Moving into an in vivo setting, the authors employed a mouse model in which prior intranasal administration of an adenovirus encoding human ACE2 (Ad5-hACE2) allows SARS-CoV-2 infection of mouse lung epithelial cells. In this model, SARS-CoV-2-infected Zbp1^−/− mice showed no major differences in lung viral load, but manifested lower levels of inflammatory cytokines and chemokines, compared to controls. Zbp1^−/− mice also displayed a lower extent of immune cell infiltration and less alveolar damage than wild-type mice. Consistent with these findings, Ripk3^−/− mice also showed reduced expression of pro-inflammatory cytokines and chemokines, but neither loss of MLKL nor pharmacological blockade of RIPK3 kinase activity, both of which selectively nullify necroptosis downstream of RIPK3, affected the induction of pro-inflammatory cytokines and chemokines by SARS-CoV-2 either in cellulo or in vivo. Further, whereas Ripk3^−/− mice displayed significantly reduced immune cell infiltration and histological signs of lung injury compared to wild-type mice, Mlkl^−/− mice did not. Thus, ZBP1/RIPK3-initiated MLKL activation mediates necroptosis signaling, but an MLKL-independent signaling appears responsible for ZBP1/RIPK3-mediated induction of most inflammatory cytokines and chemokines in SARS-CoV-2-infected cells. How this signal is propagated is currently mysterious.

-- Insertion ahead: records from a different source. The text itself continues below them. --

//! Where noise comes from: mean squares in A², so that independent causes add.

use super::constants::{BOLTZMANN_J_PER_K, ELEMENTARY_CHARGE_C};

/// Shot noise of a steady current: its mean square in A².
///
/// ```text
/// ⟨i²⟩ = 2 q I B        one-sided spectrum
/// ```
///
/// * `current_a` – I, all current through the junction, dark current included, ≥ 0
/// * `bandwidth_hz` – B, noise (not −3 dB) bandwidth, ≥ 0
///
/// Holds for carriers that cross independently of each other; with avalanche gain the current before gain counts, times
/// M² F.
///
/// Source: W. Schottky, Ann. Phys. 362, 541–567 (1918).
///
/// # Example
///
/// ```
/// use leastlight::physics::noise::shot_noise_a2;
///
/// // 1 µA seen through 1 GHz is about 18 nA of noise.
/// assert!((shot_noise_a2(1e-6, 1e9).sqrt() - 17.9e-9).abs() < 0.05e-9);
/// ```
pub fn shot_noise_a2(current_a: f64, bandwidth_hz: f64) -> f64 {
    debug_assert!(current_a >= 0.0 && bandwidth_hz >= 0.0);
    2.0 * ELEMENTARY_CHARGE_C * current_a * bandwidth_hz
}

/// Thermal noise of a load resistor and the amplifier behind it: its mean square in A².
///
/// ```text
/// ⟨i²⟩ = 4 k T F B / R        one-sided spectrum
/// ```
///
/// * `resistance_ohm` – R, > 0
/// * `temperature_k` – T, ≥ 0
/// * `noise_factor` – F of the amplifier as a ratio (not in dB), ≥ 1; 1 for the resistor alone
/// * `bandwidth_hz` – B, noise bandwidth, ≥ 0
///
/// Holds far below kT/h, which is 6 THz at room temperature.
///
/// Source: H. Nyquist, Phys. Rev. 32, 110–113 (1928); the noise factor is that of H. T. Friis, Proc. IRE 32, 419–422 (1944).
///
/// # Example
///
/// ```
/// use leastlight::physics::noise::thermal_noise_a2;
///
/// // 50 Ω through 5 GHz at 300 K: 1.3 µA.
/// assert!((thermal_noise_a2(50.0, 300.0, 1.0, 5e9).sqrt() - 1.287e-6).abs() < 0.001e-6);
/// ```
pub fn thermal_noise_a2(
    resistance_ohm: f64,
    temperature_k: f64,
    noise_factor: f64,
    bandwidth_hz: f64,
) -> f64 {
    debug_assert!(resistance_ohm > 0.0 && temperature_k >= 0.0 && noise_factor >= 0.0 && bandwidth_hz >= 0.0);
    4.0 * BOLTZMANN_J_PER_K * temperature_k * noise_factor * bandwidth_hz / resistance_ohm
}

/// Noise of the light's own intensity, after detection: its mean square in A².
///
/// ```text
/// ⟨i²⟩ = RIN I² B
/// ```
///
/// * `current_a` – I, current made by that light, ≥ 0
/// * `rin_per_hz` – RIN, relative intensity noise as a ratio per Hz (not in dB), one-sided, ≥ 0
/// * `bandwidth_hz` – B, noise bandwidth, ≥ 0
///
/// Holds where the spectrum of the intensity noise is flat over B. It grows with the square of the light: no power
/// outshines it.
///
/// Source: G. P. Agrawal, Fiber-Optic Communication Systems, 3rd edition (2002), section 4.6.2.
///
/// # Example
///
/// ```
/// use leastlight::physics::noise::intensity_noise_a2;
///
/// assert!((intensity_noise_a2(1e-3, 1e-14, 1e10).sqrt() - 1e-5).abs() < 1e-18);
/// ```
pub fn intensity_noise_a2(current_a: f64, rin_per_hz: f64, bandwidth_hz: f64) -> f64 {
    debug_assert!(current_a >= 0.0 && rin_per_hz >= 0.0 && bandwidth_hz >= 0.0);
    rin_per_hz * current_a * current_a * bandwidth_hz
}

Overall, this paper sheds new light on the pathogenesis of COVID-19 by showing that (1) SARS-CoV-2 infection generates Z-RNAs, which may serve as ZBP1 ligands in infected cells; (2) ZBP1/RIPK3-initiated signaling is important for promoting SARS2-CoV-2 infection-mediated lung inflammation and injury in mice; and (3) most of these effects are driven by necroptosis-independent inflammatory signaling downstream of RIPK3. It will be very interesting to see how SARS-CoV-2 RNAs adopt the Z-conformation, and which of these are bona fide ZBP1 ligands. Also currently unclear is how RIPK3 induces MLKL-independent inflammatory gene expression. One attractive possibility here is that RIPK3 associates with RIPK1 and activates an NF-κB-mediated inflammatory gene expression program, as has been seen in other settings.⁷

These findings also raise the interesting question of how bats, which appear to encode ZBP1, RIPK3 and MLKL,⁹ can harbor SARS-family coronaviruses with few apparently ill effects. In this regard, it is noteworthy that the SARS-CoV-2 nonstructural protein Nsp13 may harbor a putative RHIM.¹⁰ Whether Nsp13 regulates ZBP1-initiated inflammation by interfering with RHIM-based interactions between ZBP1 and RIPK3 remains to be explored. Finally, it will be of great clinical interest to see whether any of the signaling nodes identified in this study are potentially druggable, positioning them as new therapeutic entry points for COVID-19.